WORK INSTRUCTION:
From the records below, return every line containing the word "files".

EXTRACTED ENTRIES:
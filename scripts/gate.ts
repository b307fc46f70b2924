// The gate of `npm test` and `npm run check`: every stage, its seconds, and one line at the end with the sum.
import { releaseClusters } from './cluster.mjs';
import { audits } from './gate/audits.ts';
import { boundaries } from './gate/boundaries.ts';
import { format } from './gate/format.ts';
import { journeys } from './gate/journeys.ts';
import { type Check, type Stage, stopCommands } from './gate/stage.ts';
import { tests } from './gate/tests.ts';
import { types } from './gate/types.ts';
import { unused } from './gate/unused.ts';

const quick = process.argv.includes('--quick');
if (process.argv.includes('--deep')) process.env.FARLUG_DEEP = '1';
process.env.TZ = 'UTC';

let stopped = false;
for (const signal of ['SIGINT', 'SIGTERM', 'SIGHUP'] as const) {
  process.once(signal, () => {
    stopped = true;
    process.stdout.write(`\nstopped by ${signal}: nothing is proved\n`);
    stopCommands();
    void releaseClusters().finally(() => process.exit(1));
  });
}

const totals = { passed: 0, failed: 0 };
const failures: string[] = [];
const seconds = (since: number): string => `${((performance.now() - since) / 1000).toFixed(1)} s`;
const began = performance.now();
const installed = process.env.FARLUG_INSTALL_SECONDS;
if (installed) process.stdout.write(`installed${' '.repeat(46)}${installed} s\n`);

async function runStage(stage: Stage): Promise<void> {
  if (stopped) return;
  const start = performance.now();
  const checks = await stage.run().catch((error: unknown): Check[] => [
    {
      name: stage.name,
      passed: 0,
      failed: 1,
      detail: error instanceof Error ? error.stack : String(error),
    },
  ]);
  if (stopped) return;
  const passed = checks.reduce((sum, check) => sum + check.passed, 0);
  // A stage that checked nothing has proved nothing.
  const failed = passed + checks.reduce((sum, check) => sum + check.failed, 0) === 0 ? 1 : sumFailed(checks);
  totals.passed += passed;
  totals.failed += failed;
  for (const check of checks)
    if (check.failed > 0) failures.push(`✗ ${stage.name}: ${check.name}\n${check.detail ?? ''}`);
  const counts = `${String(passed).padStart(5)} passed ${String(failed).padStart(3)} failed`;
  process.stdout.write(`${stage.name.padEnd(46)}${counts.padEnd(26)}${seconds(start)}\n`);
  if (checks.length > 1 && checks.some((check) => check.passed > 1)) printProjects(checks);
}

function sumFailed(checks: readonly Check[]): number {
  return checks.reduce((sum, check) => sum + check.failed, 0);
}

function printProjects(checks: readonly Check[]): void {
  for (const { name, passed, failed } of checks) {
    process.stdout.write(
      `  ${name.padEnd(44)}${String(passed).padStart(5)} passed ${String(failed).padStart(3)} failed\n`,
    );
  }
}

/** Two at a time: on two cores more would only make each slower and its seconds meaningless. */
async function runTogether(stages: readonly Stage[]): Promise<void> {
  const waiting = [...stages];
  const lane = async (): Promise<void> => {
    for (let stage = waiting.shift(); stage; stage = waiting.shift()) await runStage(stage);
  };
  await Promise.all([lane(), lane()]);
}

await runTogether([boundaries, types, unused, format, audits]);
if (!quick) for (const stage of [tests, journeys]) await runStage(stage);

for (const failure of failures) process.stdout.write(`\n${failure}\n`);
process.stdout.write(`\nin ${seconds(began)}\n${totals.passed} passed, ${totals.failed} failed\n`);
process.exitCode = totals.failed === 0 && totals.passed > 0 ? 0 : 1;
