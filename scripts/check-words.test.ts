import { expect, it } from 'vitest';
import { treeOf } from './audit.ts';
import { audit } from './check-words.ts';

const find = (text: string): string[] => audit.find(treeOf({ 'README.md': text }));
const glued = (...parts: string[]): string => parts.join('');

it.each([
  glued('as the lec', 'ture says'),
  glued('a cour', 'se on wiring'),
  glued('see /wor', 'k/main/README.md'),
  glued('https://registry.n', 'pmjs.org/zod'),
  glued('// TO', 'DO later'),
  glued('closes iss', 'ue #4'),
  glued('throw new Error("not yet im', 'plemented")'),
])('finds %s', (text) => {
  expect(find(`fine\n${text}`)).toEqual([expect.stringMatching(/^README\.md:2: /)]);
});

it('leaves ordinary words alone', () => {
  expect(
    find('of course; in the course of a day; ./work/shop; a user agent; issues a report; ~/notes'),
  ).toEqual([]);
});
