import type { Audit } from './audit.ts';

export const audit: Audit = {
  name: 'every audit is shown to fail on a bad sample',
  find: (tree) => {
    const audits = tree.files.filter(
      (file) => /^scripts\/check-[a-z-]+\.ts$/.test(file) && !file.endsWith('.test.ts'),
    );
    if (audits.length === 0) return ['scripts: there is no audit'];
    return audits
      .filter((file) => !tree.files.includes(file.replace(/\.ts$/, '.test.ts')))
      .map((file) => `${file}: it has no test beside it that proves that it can fail`);
  },
};
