import type { Audit, Tree } from './audit.ts';

const name = /^docs\/decisions\/(\d{4})-[a-z0-9]+(?:-[a-z0-9]+)*\.md$/;
const sections = ['Context', 'Decision', 'Consequences'];

function problemsOf(tree: Tree, file: string, expected: number): string[] {
  const number = name.exec(file)?.[1];
  if (number === undefined) return [`${file}: the name is NNNN-title-in-kebab-case.md`];
  const text = tree.read(file);
  const problems: string[] = [];
  if (Number(number) !== expected) problems.push(`the number after ${expected - 1} is ${expected}`);
  if (!text.startsWith(`# ${Number(number)}. `)) problems.push(`it begins with "# ${Number(number)}. Title"`);
  if (!/^- Date: \d{4}-\d{2}-\d{2}$/m.test(text)) problems.push('it has a line "- Date: YYYY-MM-DD"');
  if (!/^- Status: (?:accepted|proposed|superseded by \[\d{4}\]\(\d{4}-[^)]+\))$/m.test(text)) {
    problems.push('it has a line "- Status: accepted" (or proposed, or superseded by a link)');
  }
  const found = [...text.matchAll(/^## (.+)$/gm)].map((match) => match[1]);
  if (found.join() !== sections.join()) problems.push(`its sections are ${sections.join(', ')}`);
  return problems.map((problem) => `${file}: ${problem}`);
}

export const audit: Audit = {
  name: 'decisions are recorded in one shape',
  find: (tree) => {
    const files = tree.files.filter(
      (file) => file.startsWith('docs/decisions/') && !file.endsWith('/README.md'),
    );
    if (files.length === 0) return ['docs/decisions: there is no decision'];
    return files.flatMap((file, index) => problemsOf(tree, file, index + 1));
  },
};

ANSWER BOX:
    const audits = tree.files.filter(
      .filter((file) => !tree.files.includes(file.replace(/\.ts$/, '.test.ts')))
    const files = tree.files.filter(
    if (files.length === 0) return ['docs/decisions: there is no decision'];
    return files.flatMap((file, index) => problemsOf(tree, file, index + 1));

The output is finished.